DESCRIPTION OF THE TASK => Each line below has to be output exactly, from first to last.

GIVEN RECORDS =>

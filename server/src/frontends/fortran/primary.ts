/** What stands between operators: literals, names with what is applied to them, brackets, constructors. */
import type { Argument, Expr } from '../../program/nodes.ts';
import type { Span } from '../../text/span.ts';
import { expression } from './expressions.ts';
import { numberOf, textOf } from './literals.ts';
import type { Reader } from './reader.ts';
import type { Token } from './tokens.ts';

export function primary(reader: Reader): Expr {
  const { token } = reader;
  switch (token.kind) {
    case 'number':
      reader.next();
      return { kind: 'number', value: numberOf(token.text), text: token.text, start: token.start, end: token.end };
    case 'text':
      reader.next();
      // `z'FF'` is a number in bits.
      if (/^[boxz]['"]/i.test(token.text)) return reader.unknown(token);
      return reader.isOp('(') ? designator(reader, textExpr(token), token.start) : textExpr(token);
    case 'name':
      reader.next();
      return designator(reader, { kind: 'name', name: token.text, start: token.start, end: token.end }, token.start);
    case 'op':
      return marked(reader, token) ?? missing(reader);
    default:
      return missing(reader);
  }
}

/** The target of an assignment: brackets behind its name hold subscripts, whatever the name is. */
export function target(reader: Reader): Expr {
  const made = primary(reader);
  return made.kind === 'call' ? { kind: 'index', object: made.callee, keys: made.args.map((each) => each.value), start: made.start, end: made.end } : made;
}

function textExpr(token: Token): Expr {
  return { kind: 'text', value: textOf(token.text), start: token.start, end: token.end };
}

function missing(reader: Reader): Expr {
  const at = { start: reader.position, end: reader.position };
  reader.problem('an operand is missing', at);
  return reader.unknown(at);
}

/** A name with its components and what stands in brackets behind them. */
function designator(reader: Reader, first: Expr, start: number): Expr {
  let expr = first;
  for (;;) {
    if (reader.isOp('(')) expr = applied(reader, expr, start);
    else if (reader.isOp('%') && reader.peek()?.kind === 'name') {
      reader.next();
      const token = reader.next();
      expr = { kind: 'member', object: expr, name: token.text, nameSpan: { start: token.start, end: token.end }, ...reader.since(start) };
    } else if (reader.isOp('%')) {
      reader.next();
      reader.problem('a component is missing');
      return reader.unknown(reader.since(start), [expr]);
    } else if (reader.isOp('[')) {
      // An image of a coarray has the unit of its own.
      reader.skipBrackets();
    } else return expr;
  }
}

/** `f(x)`: an element of what is declared with dimensions here, else a call, which may turn out to be an element. */
function applied(reader: Reader, callee: Expr, start: number): Expr {
  const args = list(reader, ')');
  const span = reader.since(start);
  // `atan(y, x)` is the angle of two lengths, and no function of a pure number.
  if (callee.kind === 'name' && callee.name === 'atan' && args.length === 2) return reader.unknown(span, args.map((each) => each.value));
  if (callee.kind === 'name' && !reader.scope.arrays.has(callee.name) && !args.some(isSection)) return { kind: 'call', callee, args, results: 1, ...span };
  return { kind: 'index', object: callee, keys: args.map((each) => each.value), ...span };
}

function isSection({ value }: Argument): boolean {
  return value.kind === 'slice';
}

/** What stands in brackets, which open at the next token. */
export function list(reader: Reader, close: string): readonly Argument[] {
  reader.next();
  const args: Argument[] = [];
  while (!reader.done && !reader.atBreak && !reader.isOp(close)) {
    const before = reader.at;
    args.push(argument(reader));
    if (!reader.takeOp(',') && !reader.isOp(close)) {
      reader.problem(`${close} is missing`);
      while (!reader.done && !reader.atBreak && !reader.isOp(',') && !reader.isOp(close)) reader.at++;
      reader.takeOp(',');
    }
    if (reader.at === before) reader.at++;
  }
  if (!reader.takeOp(close)) reader.problem(`${close} is missing`);
  return args;
}

function argument(reader: Reader): Argument {
  const { start } = reader.token;
  if (reader.token.kind === 'name' && reader.isOp('=', 1)) {
    const name = reader.next().text;
    reader.next();
    const value = subscript(reader);
    return { name, value, ...reader.since(start) };
  }
  // `*100`: where an alternate return goes on.
  if (reader.isOp('*')) {
    reader.next();
    if (reader.token.kind === 'number') reader.next();
    const span = reader.since(start);
    return { value: reader.unknown(span), ...span };
  }
  const value = subscript(reader);
  return { value, start: Math.min(start, value.start), end: Math.max(reader.lastEnd, value.end) };
}

/** An expression, or a section `first:last:step`. */
function subscript(reader: Reader): Expr {
  const { start } = reader.token;
  const first = reader.isOp(':') || reader.isOp('::') ? nothingAt(start) : expression(reader);
  if (!reader.isOp(':') && !reader.isOp('::')) return first;
  const doubled = reader.next().text === '::';
  const bound = (): Expr => (reader.isOp(',') || reader.isOp(')') || reader.isOp(':') || reader.atBreak ? nothingAt(reader.lastEnd) : expression(reader));
  const last = doubled ? nothingAt(reader.lastEnd) : bound();
  const step = doubled || reader.takeOp(':') ? bound() : undefined;
  return { kind: 'slice', parts: [first, last, ...(step ? [step] : [])], ...reader.since(start) };
}

function nothingAt(offset: number): Expr {
  return { kind: 'nothing', start: offset, end: offset };
}

function marked(reader: Reader, token: Token): Expr | undefined {
  switch (token.text) {
    case '(':
      return parenthesized(reader);
    case '(/':
      return constructor(reader, '/)');
    case '[':
      return constructor(reader, ']');
    case '.true.':
    case '.false.':
      reader.next();
      return { kind: 'truth', value: token.text === '.true.', start: token.start, end: token.end };
    default:
      return undefined;
  }
}

/** Brackets leave no trace; with a comma in them they hold a complex number, or a list that is written out by a loop. */
function parenthesized(reader: Reader): Expr {
  const { start } = reader.next();
  const parts = [expression(reader)];
  while (reader.takeOp(',')) parts.push(loopPart(reader));
  if (!reader.takeOp(')')) {
    reader.problem(') is missing');
    while (!reader.done && !reader.atBreak && !reader.isOp(')') && !reader.isOp(',')) reader.at++;
    reader.takeOp(')');
  }
  return parts.length === 1 ? (parts[0] as Expr) : reader.unknown(reader.since(start), parts);
}

/** `i = 1` of a loop in brackets. */
function loopPart(reader: Reader): Expr {
  if (reader.token.kind === 'name' && reader.isOp('=', 1)) reader.at += 2;
  return expression(reader);
}

/** `(/ a, b /)` and `[real :: a, b]`. */
function constructor(reader: Reader, close: string): Expr {
  const { start } = reader.next();
  const typed = typedEnd(reader, close);
  if (typed !== undefined) reader.at = typed;
  const items: Expr[] = [];
  while (!reader.done && !reader.atBreak && !reader.isOp(close)) {
    const before = reader.at;
    items.push(expression(reader));
    if (!reader.takeOp(',') && !reader.isOp(close)) break;
    if (reader.at === before) reader.at++;
  }
  if (!reader.takeOp(close)) reader.problem(`${close} is missing`);
  const span: Span = reader.since(start);
  return { kind: 'sequence', form: 'list', items, ...span };
}

/** The index behind the `::` of a type at the head of a constructor. */
function typedEnd(reader: Reader, close: string): number | undefined {
  if (reader.token.kind !== 'name') return undefined;
  for (let at = reader.at; at < reader.tokens.length; at++) {
    const token = reader.tokens[at] as Token;
    if (token.kind === 'break' || token.text === ',' || token.text === close) return undefined;
    if (token.text === '(') at = reader.behindBrackets(at) - 1;
    else if (token.kind === 'op' && token.text === '::') return at + 1;
  }
  return undefined;
}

ANSWER BOX =>
filename server/src/frontends/fortran/primary.ts
/** What stands between operators: literals, names with what is applied to them, brackets, constructors. */
import type { Argument, Expr } from '../../program/nodes.ts';
import type { Span } from '../../text/span.ts';
import { expression } from './expressions.ts';
import { numberOf, textOf } from './literals.ts';
import type { Reader } from './reader.ts';
import type { Token } from './tokens.ts';

export function primary(reader: Reader): Expr {
  const { token } = reader;
  switch (token.kind) {
    case 'number':
      reader.next();
      return { kind: 'number', value: numberOf(token.text), text: token.text, start: token.start, end: token.end };
    case 'text':
      reader.next();
      // `z'FF'` is a number in bits.
      if (/^[boxz]['"]/i.test(token.text)) return reader.unknown(token);
      return reader.isOp('(') ? designator(reader, textExpr(token), token.start) : textExpr(token);
    case 'name':
      reader.next();
      return designator(reader, { kind: 'name', name: token.text, start: token.start, end: token.end }, token.start);
    case 'op':
      return marked(reader, token) ?? missing(reader);
    default:
      return missing(reader);
  }
}

/** The target of an assignment: brackets behind its name hold subscripts, whatever the name is. */
export function target(reader: Reader): Expr {
  const made = primary(reader);
  return made.kind === 'call' ? { kind: 'index', object: made.callee, keys: made.args.map((each) => each.value), start: made.start, end: made.end } : made;
}

function textExpr(token: Token): Expr {
  return { kind: 'text', value: textOf(token.text), start: token.start, end: token.end };
}

function missing(reader: Reader): Expr {
  const at = { start: reader.position, end: reader.position };
  reader.problem('an operand is missing', at);
  return reader.unknown(at);
}

/** A name with its components and what stands in brackets behind them. */
function designator(reader: Reader, first: Expr, start: number): Expr {
  let expr = first;
  for (;;) {
    if (reader.isOp('(')) expr = applied(reader, expr, start);
    else if (reader.isOp('%') && reader.peek()?.kind === 'name') {
      reader.next();
      const token = reader.next();
      expr = { kind: 'member', object: expr, name: token.text, nameSpan: { start: token.start, end: token.end }, ...reader.since(start) };
    } else if (reader.isOp('%')) {
      reader.next();
      reader.problem('a component is missing');
      return reader.unknown(reader.since(start), [expr]);
    } else if (reader.isOp('[')) {
      // An image of a coarray has the unit of its own.
      reader.skipBrackets();
    } else return expr;
  }
}

/** `f(x)`: an element of what is declared with dimensions here, else a call, which may turn out to be an element. */
function applied(reader: Reader, callee: Expr, start: number): Expr {
  const args = list(reader, ')');
  const span = reader.since(start);
  // `atan(y, x)` is the angle of two lengths, and no function of a pure number.
  if (callee.kind === 'name' && callee.name === 'atan' && args.length === 2) return reader.unknown(span, args.map((each) => each.value));
  if (callee.kind === 'name' && !reader.scope.arrays.has(callee.name) && !args.some(isSection)) return { kind: 'call', callee, args, results: 1, ...span };
  return { kind: 'index', object: callee, keys: args.map((each) => each.value), ...span };
}

function isSection({ value }: Argument): boolean {
  return value.kind === 'slice';
}

/** What stands in brackets, which open at the next token. */
export function list(reader: Reader, close: string): readonly Argument[] {
  reader.next();
  const args: Argument[] = [];
  while (!reader.done && !reader.atBreak && !reader.isOp(close)) {
    const before = reader.at;
    args.push(argument(reader));
    if (!reader.takeOp(',') && !reader.isOp(close)) {
      reader.problem(`${close} is missing`);
      while (!reader.done && !reader.atBreak && !reader.isOp(',') && !reader.isOp(close)) reader.at++;
      reader.takeOp(',');
    }
    if (reader.at === before) reader.at++;
  }
  if (!reader.takeOp(close)) reader.problem(`${close} is missing`);
  return args;
}

function argument(reader: Reader): Argument {
  const { start } = reader.token;
  if (reader.token.kind === 'name' && reader.isOp('=', 1)) {
    const name = reader.next().text;
    reader.next();
    const value = subscript(reader);
    return { name, value, ...reader.since(start) };
  }
  // `*100`: where an alternate return goes on.
  if (reader.isOp('*')) {
    reader.next();
    if (reader.token.kind === 'number') reader.next();
    const span = reader.since(start);
    return { value: reader.unknown(span), ...span };
  }
  const value = subscript(reader);
  return { value, start: Math.min(start, value.start), end: Math.max(reader.lastEnd, value.end) };
}

/** An expression, or a section `first:last:step`. */
function subscript(reader: Reader): Expr {
  const { start } = reader.token;
  const first = reader.isOp(':') || reader.isOp('::') ? nothingAt(start) : expression(reader);
  if (!reader.isOp(':') && !reader.isOp('::')) return first;
  const doubled = reader.next().text === '::';
  const bound = (): Expr => (reader.isOp(',') || reader.isOp(')') || reader.isOp(':') || reader.atBreak ? nothingAt(reader.lastEnd) : expression(reader));
  const last = doubled ? nothingAt(reader.lastEnd) : bound();
  const step = doubled || reader.takeOp(':') ? bound() : undefined;
  return { kind: 'slice', parts: [first, last, ...(step ? [step] : [])], ...reader.since(start) };
}

function nothingAt(offset: number): Expr {
  return { kind: 'nothing', start: offset, end: offset };
}

function marked(reader: Reader, token: Token): Expr | undefined {
  switch (token.text) {
    case '(':
      return parenthesized(reader);
    case '(/':
      return constructor(reader, '/)');
    case '[':
      return constructor(reader, ']');
    case '.true.':
    case '.false.':
      reader.next();
      return { kind: 'truth', value: token.text === '.true.', start: token.start, end: token.end };
    default:
      return undefined;
  }
}

/** Brackets leave no trace; with a comma in them they hold a complex number, or a list that is written out by a loop. */
function parenthesized(reader: Reader): Expr {
  const { start } = reader.next();
  const parts = [expression(reader)];
  while (reader.takeOp(',')) parts.push(loopPart(reader));
  if (!reader.takeOp(')')) {
    reader.problem(') is missing');
    while (!reader.done && !reader.atBreak && !reader.isOp(')') && !reader.isOp(',')) reader.at++;
    reader.takeOp(')');
  }
  return parts.length === 1 ? (parts[0] as Expr) : reader.unknown(reader.since(start), parts);
}

/** `i = 1` of a loop in brackets. */
function loopPart(reader: Reader): Expr {
  if (reader.token.kind === 'name' && reader.isOp('=', 1)) reader.at += 2;
  return expression(reader);
}

/** `(/ a, b /)` and `[real :: a, b]`. */
function constructor(reader: Reader, close: string): Expr {
  const { start } = reader.next();
  const typed = typedEnd(reader, close);
  if (typed !== undefined) reader.at = typed;
  const items: Expr[] = [];
  while (!reader.done && !reader.atBreak && !reader.isOp(close)) {
    const before = reader.at;
    items.push(expression(reader));
    if (!reader.takeOp(',') && !reader.isOp(close)) break;
    if (reader.at === before) reader.at++;
  }
  if (!reader.takeOp(close)) reader.problem(`${close} is missing`);
  const span: Span = reader.since(start);
  return { kind: 'sequence', form: 'list', items, ...span };
}

/** The index behind the `::` of a type at the head of a constructor. */
function typedEnd(reader: Reader, close: string): number | undefined {
  if (reader.token.kind !== 'name') return undefined;
  for (let at = reader.at; at < reader.tokens.length; at++) {
    const token = reader.tokens[at] as Token;
    if (token.kind === 'break' || token.text === ',' || token.text === close) return undefined;
    if (token.text === '(') at = reader.behindBrackets(at) - 1;
    else if (token.kind === 'op' && token.text === '::') return at + 1;
  }
  return undefined;
}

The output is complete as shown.